### Exercise instructions
How many lines of the data contain the word "trivariate"? Give only that number.

────

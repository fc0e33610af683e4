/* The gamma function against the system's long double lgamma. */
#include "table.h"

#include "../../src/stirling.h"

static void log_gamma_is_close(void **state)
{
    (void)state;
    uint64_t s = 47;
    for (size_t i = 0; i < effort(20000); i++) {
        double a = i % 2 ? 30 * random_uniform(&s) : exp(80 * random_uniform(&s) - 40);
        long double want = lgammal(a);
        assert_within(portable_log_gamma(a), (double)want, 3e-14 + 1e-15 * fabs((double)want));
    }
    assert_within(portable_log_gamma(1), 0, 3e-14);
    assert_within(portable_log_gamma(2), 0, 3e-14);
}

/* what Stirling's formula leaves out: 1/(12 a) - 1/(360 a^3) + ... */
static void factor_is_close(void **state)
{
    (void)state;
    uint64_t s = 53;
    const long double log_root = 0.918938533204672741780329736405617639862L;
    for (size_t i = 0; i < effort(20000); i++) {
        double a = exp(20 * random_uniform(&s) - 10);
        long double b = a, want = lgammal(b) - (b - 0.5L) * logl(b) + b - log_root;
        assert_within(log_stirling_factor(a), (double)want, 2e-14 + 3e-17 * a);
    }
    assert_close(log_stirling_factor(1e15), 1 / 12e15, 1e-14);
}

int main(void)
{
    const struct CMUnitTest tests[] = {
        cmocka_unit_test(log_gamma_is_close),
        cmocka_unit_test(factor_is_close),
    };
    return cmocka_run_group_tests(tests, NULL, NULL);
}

────

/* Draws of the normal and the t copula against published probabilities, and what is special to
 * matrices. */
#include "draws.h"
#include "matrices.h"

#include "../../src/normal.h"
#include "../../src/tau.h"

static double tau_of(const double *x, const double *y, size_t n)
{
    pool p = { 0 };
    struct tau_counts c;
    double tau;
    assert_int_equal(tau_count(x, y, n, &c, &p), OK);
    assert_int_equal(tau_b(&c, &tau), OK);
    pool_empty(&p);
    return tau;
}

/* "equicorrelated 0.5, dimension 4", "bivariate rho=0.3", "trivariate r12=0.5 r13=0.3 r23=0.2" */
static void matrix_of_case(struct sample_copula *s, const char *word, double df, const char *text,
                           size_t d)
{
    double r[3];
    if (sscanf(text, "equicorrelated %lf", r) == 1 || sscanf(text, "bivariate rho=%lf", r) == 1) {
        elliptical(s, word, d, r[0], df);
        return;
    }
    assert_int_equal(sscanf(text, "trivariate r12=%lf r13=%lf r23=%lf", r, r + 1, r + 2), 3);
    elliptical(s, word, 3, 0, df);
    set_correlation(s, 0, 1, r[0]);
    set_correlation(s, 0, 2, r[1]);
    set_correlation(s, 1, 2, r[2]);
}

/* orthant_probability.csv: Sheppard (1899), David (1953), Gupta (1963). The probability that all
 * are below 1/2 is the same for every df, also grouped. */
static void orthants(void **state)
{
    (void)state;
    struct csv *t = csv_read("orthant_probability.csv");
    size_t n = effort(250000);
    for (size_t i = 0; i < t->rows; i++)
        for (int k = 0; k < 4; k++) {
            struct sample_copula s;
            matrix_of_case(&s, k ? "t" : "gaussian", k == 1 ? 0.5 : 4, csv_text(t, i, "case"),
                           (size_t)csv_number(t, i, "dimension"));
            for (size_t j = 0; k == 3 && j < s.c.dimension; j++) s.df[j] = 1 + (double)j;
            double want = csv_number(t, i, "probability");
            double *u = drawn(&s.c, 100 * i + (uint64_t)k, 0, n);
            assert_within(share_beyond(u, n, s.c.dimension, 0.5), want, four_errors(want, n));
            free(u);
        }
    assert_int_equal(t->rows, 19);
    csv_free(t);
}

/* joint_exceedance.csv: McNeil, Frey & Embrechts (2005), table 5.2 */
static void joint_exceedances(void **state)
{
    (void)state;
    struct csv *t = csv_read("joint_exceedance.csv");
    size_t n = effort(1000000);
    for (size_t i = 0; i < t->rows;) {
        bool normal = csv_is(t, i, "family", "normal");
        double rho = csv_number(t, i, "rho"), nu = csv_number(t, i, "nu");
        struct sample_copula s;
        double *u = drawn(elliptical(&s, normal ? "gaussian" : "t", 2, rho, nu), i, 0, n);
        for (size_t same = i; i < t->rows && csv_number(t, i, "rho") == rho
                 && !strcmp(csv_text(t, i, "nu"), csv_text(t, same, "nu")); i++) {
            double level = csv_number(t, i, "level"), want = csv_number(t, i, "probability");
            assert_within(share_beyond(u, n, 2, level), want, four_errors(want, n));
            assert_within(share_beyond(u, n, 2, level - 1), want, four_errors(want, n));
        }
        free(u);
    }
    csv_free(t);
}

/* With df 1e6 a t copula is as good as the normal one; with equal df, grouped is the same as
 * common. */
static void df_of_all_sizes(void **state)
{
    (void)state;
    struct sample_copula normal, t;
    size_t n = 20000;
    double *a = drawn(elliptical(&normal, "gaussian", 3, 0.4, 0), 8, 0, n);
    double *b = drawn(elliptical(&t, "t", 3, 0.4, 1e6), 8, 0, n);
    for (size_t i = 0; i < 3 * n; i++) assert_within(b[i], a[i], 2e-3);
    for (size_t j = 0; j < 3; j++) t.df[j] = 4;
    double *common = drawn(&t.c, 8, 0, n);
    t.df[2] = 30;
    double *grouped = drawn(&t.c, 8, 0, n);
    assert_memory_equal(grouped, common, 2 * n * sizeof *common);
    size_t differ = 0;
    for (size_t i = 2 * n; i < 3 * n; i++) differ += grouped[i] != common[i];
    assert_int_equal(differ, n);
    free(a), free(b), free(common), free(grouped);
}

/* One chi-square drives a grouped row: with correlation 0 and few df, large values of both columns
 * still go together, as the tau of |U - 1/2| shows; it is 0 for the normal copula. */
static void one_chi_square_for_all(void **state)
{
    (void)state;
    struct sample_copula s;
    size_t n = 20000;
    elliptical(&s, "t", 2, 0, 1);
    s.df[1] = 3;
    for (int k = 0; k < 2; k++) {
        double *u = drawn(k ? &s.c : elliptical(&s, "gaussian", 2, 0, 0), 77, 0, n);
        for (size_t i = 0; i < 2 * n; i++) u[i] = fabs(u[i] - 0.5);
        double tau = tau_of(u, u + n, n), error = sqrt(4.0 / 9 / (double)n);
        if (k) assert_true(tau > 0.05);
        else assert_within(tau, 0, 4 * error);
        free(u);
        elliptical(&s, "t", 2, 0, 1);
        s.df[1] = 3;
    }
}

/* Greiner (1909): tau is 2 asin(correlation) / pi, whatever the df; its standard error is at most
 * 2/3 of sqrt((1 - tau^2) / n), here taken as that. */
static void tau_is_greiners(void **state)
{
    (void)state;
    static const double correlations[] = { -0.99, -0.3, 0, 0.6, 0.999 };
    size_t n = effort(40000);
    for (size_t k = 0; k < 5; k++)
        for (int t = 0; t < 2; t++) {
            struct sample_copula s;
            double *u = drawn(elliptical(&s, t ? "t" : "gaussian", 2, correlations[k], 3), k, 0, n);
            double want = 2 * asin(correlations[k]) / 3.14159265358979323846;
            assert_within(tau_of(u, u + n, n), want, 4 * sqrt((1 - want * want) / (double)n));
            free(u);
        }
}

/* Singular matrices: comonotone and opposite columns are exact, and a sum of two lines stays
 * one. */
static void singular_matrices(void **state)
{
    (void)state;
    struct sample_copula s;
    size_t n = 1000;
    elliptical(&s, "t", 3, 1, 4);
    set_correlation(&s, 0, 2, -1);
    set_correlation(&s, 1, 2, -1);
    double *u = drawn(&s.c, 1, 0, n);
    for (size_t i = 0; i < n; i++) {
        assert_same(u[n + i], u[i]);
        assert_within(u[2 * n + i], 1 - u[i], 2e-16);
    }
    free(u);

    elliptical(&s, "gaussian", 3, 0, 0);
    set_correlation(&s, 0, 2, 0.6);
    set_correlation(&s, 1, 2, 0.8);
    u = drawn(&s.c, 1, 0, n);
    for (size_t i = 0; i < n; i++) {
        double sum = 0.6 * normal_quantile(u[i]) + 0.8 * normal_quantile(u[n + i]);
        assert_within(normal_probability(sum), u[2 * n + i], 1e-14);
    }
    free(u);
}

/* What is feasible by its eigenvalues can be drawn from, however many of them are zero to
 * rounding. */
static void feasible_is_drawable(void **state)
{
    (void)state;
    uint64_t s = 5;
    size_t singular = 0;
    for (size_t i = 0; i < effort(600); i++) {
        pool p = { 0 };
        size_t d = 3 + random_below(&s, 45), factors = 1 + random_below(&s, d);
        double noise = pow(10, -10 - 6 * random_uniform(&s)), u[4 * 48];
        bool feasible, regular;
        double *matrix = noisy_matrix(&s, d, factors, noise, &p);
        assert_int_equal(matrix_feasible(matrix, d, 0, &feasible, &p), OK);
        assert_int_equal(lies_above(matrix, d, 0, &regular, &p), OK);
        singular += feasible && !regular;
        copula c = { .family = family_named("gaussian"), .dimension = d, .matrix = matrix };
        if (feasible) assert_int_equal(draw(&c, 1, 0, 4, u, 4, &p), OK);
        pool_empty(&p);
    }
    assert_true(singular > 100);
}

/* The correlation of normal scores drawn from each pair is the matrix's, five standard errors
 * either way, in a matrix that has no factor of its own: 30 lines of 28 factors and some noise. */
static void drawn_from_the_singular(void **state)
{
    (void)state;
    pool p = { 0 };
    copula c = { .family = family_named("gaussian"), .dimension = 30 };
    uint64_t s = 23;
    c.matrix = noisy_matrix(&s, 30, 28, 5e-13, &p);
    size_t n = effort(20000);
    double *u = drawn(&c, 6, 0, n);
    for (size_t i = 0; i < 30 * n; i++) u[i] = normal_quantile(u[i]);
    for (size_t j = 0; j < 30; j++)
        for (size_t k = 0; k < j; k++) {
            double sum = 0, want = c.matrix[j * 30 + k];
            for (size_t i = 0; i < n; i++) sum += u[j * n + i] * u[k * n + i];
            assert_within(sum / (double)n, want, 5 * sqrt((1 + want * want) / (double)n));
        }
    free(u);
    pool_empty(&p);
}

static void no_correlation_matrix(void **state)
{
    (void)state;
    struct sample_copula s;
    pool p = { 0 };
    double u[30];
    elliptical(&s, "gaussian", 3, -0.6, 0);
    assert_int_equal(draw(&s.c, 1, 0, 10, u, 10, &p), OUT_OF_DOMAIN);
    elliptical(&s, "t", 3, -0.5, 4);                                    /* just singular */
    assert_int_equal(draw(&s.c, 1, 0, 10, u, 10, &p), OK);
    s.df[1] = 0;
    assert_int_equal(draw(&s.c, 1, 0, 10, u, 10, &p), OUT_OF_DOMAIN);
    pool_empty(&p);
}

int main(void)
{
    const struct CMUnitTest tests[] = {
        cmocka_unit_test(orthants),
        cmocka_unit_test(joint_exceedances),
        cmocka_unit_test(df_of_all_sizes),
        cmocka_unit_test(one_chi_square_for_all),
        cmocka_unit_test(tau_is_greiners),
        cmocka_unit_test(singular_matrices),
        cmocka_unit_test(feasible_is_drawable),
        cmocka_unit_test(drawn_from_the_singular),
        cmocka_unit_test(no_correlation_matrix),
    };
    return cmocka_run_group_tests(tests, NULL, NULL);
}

────

### Worked solution
2